"""Invented records with known factors, for the calibration tests.

The minimal station (helpers.minimal_sheets: Ca/S 1.03, 10 % cake moisture, 80 % fly
ash share in its workbook) really runs at `TRUE`: its stores move with the balance of
the true factors on the recorded generation (the package's own `past_balance`, the path
`plan --db` rolls stores with), the recorded trains and haul-outs are weighed exactly,
and every store is surveyed weekly with a relative error.
"""

from __future__ import annotations

import dataclasses
import datetime as dt

import numpy as np
import pandas as pd

from reagentplan.record.asof import RecordFrames, past_balance
from reagentplan.scenario import Scenario
from reagentplan.schema import STORE_FLOW_COLUMN

from helpers import START

#: The factors the invented plant really runs at.
TRUE = {"ca_s_ratio": 1.09, "gypsum_moisture_pct": 12.0, "fly_ash_share_pct": 84.0}
#: Opening levels of the stores on the first survey day [t].
OPENING = {"limestone": 2500.0, "gypsum": 1000.0, "fly_ash": 600.0, "bottom_ash": 300.0}


def true_scenario(scenario: Scenario, true: dict = TRUE) -> Scenario:
    plant = {k: v for k, v in true.items() if hasattr(scenario.plant, k)}
    scrub = {k: v for k, v in true.items() if k not in plant}
    return dataclasses.replace(scenario, plant=dataclasses.replace(scenario.plant, **plant),
                               scrubber=dataclasses.replace(scenario.scrubber, **scrub))


def empty_frames() -> dict[str, pd.DataFrame]:
    return {
        "surveys": pd.DataFrame(columns=["date", "store", "level_t", "method", "note"]),
        "arrivals": pd.DataFrame(columns=["date", "supplier", "mode", "loads", "tonnes", "ticket", "caco3_pct"]),
        "shipments": pd.DataFrame(columns=["date", "party", "material", "mode", "loads", "tonnes", "ticket"]),
        "orders": pd.DataFrame(columns=["order_id", "date", "supplier", "mode", "loads", "tonnes", "status"]),
        "generation": pd.DataFrame(columns=["date", "unit", "mwh"]),
        "labs": pd.DataFrame(columns=["date", "source", "sulfur_pct", "ash_pct", "hhv_mj_per_kg"]),
    }


def movements(first: dt.date, days: int, caco3: bool = False, rng=None):
    """The recorded movements: a 1,000 t train every other Monday (optionally with a lab
    result), Board Co's four 25 t trucks of gypsum on weekdays and the landfill's
    Saturday gypsum, Sunday fly ash and bottom ash."""
    rng = rng or np.random.default_rng(0)
    arr, shp = [], []
    for i in range(days):
        d = pd.Timestamp(first + dt.timedelta(days=i))
        if d.day_of_week == 0 and (i // 7) % 2 == 0:
            arr.append({"date": d, "supplier": "Quarry Q", "mode": "rail", "loads": 1,
                        "tonnes": float(round(rng.uniform(960, 1040), 1)), "ticket": f"T-{i}",
                        "caco3_pct": float(round(rng.normal(92.0, 1.0), 2)) if caco3 else np.nan})
        if d.day_of_week < 5:
            shp.append({"date": d, "party": "Board Co", "material": "gypsum", "mode": "truck", "loads": 4,
                        "tonnes": 100.0, "ticket": f"B-{i}"})
        if d.day_of_week == 5:
            shp.append({"date": d, "party": "Cell 1", "material": "gypsum", "mode": None, "loads": None,
                        "tonnes": 300.0, "ticket": f"LG-{i}"})
        if d.day_of_week == 6:
            shp.append({"date": d, "party": "Cell 1", "material": "fly_ash", "mode": None, "loads": None,
                        "tonnes": 560.0, "ticket": f"LF-{i}"})
            shp.append({"date": d, "party": "Cell 1", "material": "bottom_ash", "mode": None, "loads": None,
                        "tonnes": 110.0, "ticket": f"LB-{i}"})
    a = pd.DataFrame(arr, columns=empty_frames()["arrivals"].columns)
    s = pd.DataFrame(shp, columns=empty_frames()["shipments"].columns)
    return a, s


def true_levels(scenario: Scenario, frames: RecordFrames, first: dt.date, days: int,
                true: dict = TRUE) -> pd.DataFrame:
    """Each store's true level at the end of every day, day 0 = ``first`` (the opening),
    with the truth's balance on the recorded generation and the recorded movements."""
    bal = past_balance(true_scenario(scenario, true), frames, first + dt.timedelta(days=1),
                       first + dt.timedelta(days=days))
    idx = pd.date_range(first, periods=days + 1, freq="D")
    out = {}
    for store, level0 in OPENING.items():
        flow = np.r_[0.0, bal[STORE_FLOW_COLUMN[store]].to_numpy(float)]
        if store == "limestone":
            moved = frames.arrivals.groupby("date")["tonnes"].sum().reindex(idx, fill_value=0.0).to_numpy(float)
            out[store] = level0 + np.cumsum(moved - flow)
        else:
            s = frames.shipments[frames.shipments["material"] == store]
            moved = s.groupby("date")["tonnes"].sum().reindex(idx, fill_value=0.0).to_numpy(float)
            out[store] = level0 + np.cumsum(flow - moved)
    return pd.DataFrame(out, index=idx)


def synthetic_record(scenario: Scenario, weeks: int = 10, survey_sd: float = 0.007, seed: int = 1,
                     caco3: bool = False, survey_every: int = 7, stores=tuple(OPENING),
                     true: dict = TRUE, last: dt.date | None = None) -> RecordFrames:
    """``weeks`` weeks of facts ending on ``last`` (default: the day before the
    workbook's start): daily generation near 2,500 MWh, the movements above, and every
    ``survey_every`` days a survey of each of ``stores`` off by a normal relative error
    of standard deviation ``survey_sd`` [-]."""
    rng = np.random.default_rng(seed)
    days = 7 * weeks
    last = last or START - dt.timedelta(days=1)
    first = last - dt.timedelta(days=days)
    idx = pd.date_range(first, last, freq="D")
    mwh = 2500 * (1 + 0.15 * np.sin(np.arange(len(idx)) / 5.0)) * rng.normal(1.0, 0.04, len(idx))
    gen = pd.DataFrame({"date": idx, "unit": "U1", "mwh": np.round(np.minimum(mwh, 4800), 1)})
    arr, shp = movements(first, days + 1, caco3=caco3, rng=rng)
    f = empty_frames()
    frames = RecordFrames(f["surveys"], arr, shp, f["orders"], gen, f["labs"])
    truth = true_levels(scenario, frames, first, days, true)
    rows = []
    for i in range(0, days + 1, survey_every):
        for store in stores:
            level = truth[store].iloc[i] * (1 + rng.normal(0.0, survey_sd))
            rows.append({"date": idx[i], "store": store, "level_t": float(round(level, 1)), "method": "survey",
                         "note": None})
    surveys = pd.DataFrame(rows, columns=f["surveys"].columns)
    return dataclasses.replace(frames, surveys=surveys)


def record_sheets_of(frames: RecordFrames) -> dict[str, pd.DataFrame]:
    """The frames as record sheets (for `write_record_workbook`)."""
    arr = frames.arrivals.copy()
    if arr["caco3_pct"].isna().all():
        arr = arr.drop(columns="caco3_pct")
    return {"stock_surveys": frames.surveys.drop(columns=["note"]), "arrivals": arr,
            "shipments": frames.shipments, "generation_history": frames.generation}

────────

• [What is being asked]
Without dropping a single line, output the records above exactly.

• [Written response]
"""Invented records with known factors, for the calibration tests.

The minimal station (helpers.minimal_sheets: Ca/S 1.03, 10 % cake moisture, 80 % fly
ash share in its workbook) really runs at `TRUE`: its stores move with the balance of
the true factors on the recorded generation (the package's own `past_balance`, the path
`plan --db` rolls stores with), the recorded trains and haul-outs are weighed exactly,
and every store is surveyed weekly with a relative error.
"""

from __future__ import annotations

import dataclasses
import datetime as dt

import numpy as np
import pandas as pd

from reagentplan.record.asof import RecordFrames, past_balance
from reagentplan.scenario import Scenario
from reagentplan.schema import STORE_FLOW_COLUMN

from helpers import START

#: The factors the invented plant really runs at.
TRUE = {"ca_s_ratio": 1.09, "gypsum_moisture_pct": 12.0, "fly_ash_share_pct": 84.0}
#: Opening levels of the stores on the first survey day [t].
OPENING = {"limestone": 2500.0, "gypsum": 1000.0, "fly_ash": 600.0, "bottom_ash": 300.0}


def true_scenario(scenario: Scenario, true: dict = TRUE) -> Scenario:
    plant = {k: v for k, v in true.items() if hasattr(scenario.plant, k)}
    scrub = {k: v for k, v in true.items() if k not in plant}
    return dataclasses.replace(scenario, plant=dataclasses.replace(scenario.plant, **plant),
                               scrubber=dataclasses.replace(scenario.scrubber, **scrub))


def empty_frames() -> dict[str, pd.DataFrame]:
    return {
        "surveys": pd.DataFrame(columns=["date", "store", "level_t", "method", "note"]),
        "arrivals": pd.DataFrame(columns=["date", "supplier", "mode", "loads", "tonnes", "ticket", "caco3_pct"]),
        "shipments": pd.DataFrame(columns=["date", "party", "material", "mode", "loads", "tonnes", "ticket"]),
        "orders": pd.DataFrame(columns=["order_id", "date", "supplier", "mode", "loads", "tonnes", "status"]),
        "generation": pd.DataFrame(columns=["date", "unit", "mwh"]),
        "labs": pd.DataFrame(columns=["date", "source", "sulfur_pct", "ash_pct", "hhv_mj_per_kg"]),
    }


def movements(first: dt.date, days: int, caco3: bool = False, rng=None):
    """The recorded movements: a 1,000 t train every other Monday (optionally with a lab
    result), Board Co's four 25 t trucks of gypsum on weekdays and the landfill's
    Saturday gypsum, Sunday fly ash and bottom ash."""
    rng = rng or np.random.default_rng(0)
    arr, shp = [], []
    for i in range(days):
        d = pd.Timestamp(first + dt.timedelta(days=i))
        if d.day_of_week == 0 and (i // 7) % 2 == 0:
            arr.append({"date": d, "supplier": "Quarry Q", "mode": "rail", "loads": 1,
                        "tonnes": float(round(rng.uniform(960, 1040), 1)), "ticket": f"T-{i}",
                        "caco3_pct": float(round(rng.normal(92.0, 1.0), 2)) if caco3 else np.nan})
        if d.day_of_week < 5:
            shp.append({"date": d, "party": "Board Co", "material": "gypsum", "mode": "truck", "loads": 4,
                        "tonnes": 100.0, "ticket": f"B-{i}"})
        if d.day_of_week == 5:
            shp.append({"date": d, "party": "Cell 1", "material": "gypsum", "mode": None, "loads": None,
                        "tonnes": 300.0, "ticket": f"LG-{i}"})
        if d.day_of_week == 6:
            shp.append({"date": d, "party": "Cell 1", "material": "fly_ash", "mode": None, "loads": None,
                        "tonnes": 560.0, "ticket": f"LF-{i}"})
            shp.append({"date": d, "party": "Cell 1", "material": "bottom_ash", "mode": None, "loads": None,
                        "tonnes": 110.0, "ticket": f"LB-{i}"})
    a = pd.DataFrame(arr, columns=empty_frames()["arrivals"].columns)
    s = pd.DataFrame(shp, columns=empty_frames()["shipments"].columns)
    return a, s


def true_levels(scenario: Scenario, frames: RecordFrames, first: dt.date, days: int,
                true: dict = TRUE) -> pd.DataFrame:
    """Each store's true level at the end of every day, day 0 = ``first`` (the opening),
    with the truth's balance on the recorded generation and the recorded movements."""
    bal = past_balance(true_scenario(scenario, true), frames, first + dt.timedelta(days=1),
                       first + dt.timedelta(days=days))
    idx = pd.date_range(first, periods=days + 1, freq="D")
    out = {}
    for store, level0 in OPENING.items():
        flow = np.r_[0.0, bal[STORE_FLOW_COLUMN[store]].to_numpy(float)]
        if store == "limestone":
            moved = frames.arrivals.groupby("date")["tonnes"].sum().reindex(idx, fill_value=0.0).to_numpy(float)
            out[store] = level0 + np.cumsum(moved - flow)
        else:
            s = frames.shipments[frames.shipments["material"] == store]
            moved = s.groupby("date")["tonnes"].sum().reindex(idx, fill_value=0.0).to_numpy(float)
            out[store] = level0 + np.cumsum(flow - moved)
    return pd.DataFrame(out, index=idx)


def synthetic_record(scenario: Scenario, weeks: int = 10, survey_sd: float = 0.007, seed: int = 1,
                     caco3: bool = False, survey_every: int = 7, stores=tuple(OPENING),
                     true: dict = TRUE, last: dt.date | None = None) -> RecordFrames:
    """``weeks`` weeks of facts ending on ``last`` (default: the day before the
    workbook's start): daily generation near 2,500 MWh, the movements above, and every
    ``survey_every`` days a survey of each of ``stores`` off by a normal relative error
    of standard deviation ``survey_sd`` [-]."""
    rng = np.random.default_rng(seed)
    days = 7 * weeks
    last = last or START - dt.timedelta(days=1)
    first = last - dt.timedelta(days=days)
    idx = pd.date_range(first, last, freq="D")
    mwh = 2500 * (1 + 0.15 * np.sin(np.arange(len(idx)) / 5.0)) * rng.normal(1.0, 0.04, len(idx))
    gen = pd.DataFrame({"date": idx, "unit": "U1", "mwh": np.round(np.minimum(mwh, 4800), 1)})
    arr, shp = movements(first, days + 1, caco3=caco3, rng=rng)
    f = empty_frames()
    frames = RecordFrames(f["surveys"], arr, shp, f["orders"], gen, f["labs"])
    truth = true_levels(scenario, frames, first, days, true)
    rows = []
    for i in range(0, days + 1, survey_every):
        for store in stores:
            level = truth[store].iloc[i] * (1 + rng.normal(0.0, survey_sd))
            rows.append({"date": idx[i], "store": store, "level_t": float(round(level, 1)), "method": "survey",
                         "note": None})
    surveys = pd.DataFrame(rows, columns=f["surveys"].columns)
    return dataclasses.replace(frames, surveys=surveys)


def record_sheets_of(frames: RecordFrames) -> dict[str, pd.DataFrame]:
    """The frames as record sheets (for `write_record_workbook`)."""
    arr = frames.arrivals.copy()
    if arr["caco3_pct"].isna().all():
        arr = arr.drop(columns="caco3_pct")
    return {"stock_surveys": frames.surveys.drop(columns=["note"]), "arrivals": arr,
            "shipments": frames.shipments, "generation_history": frames.generation}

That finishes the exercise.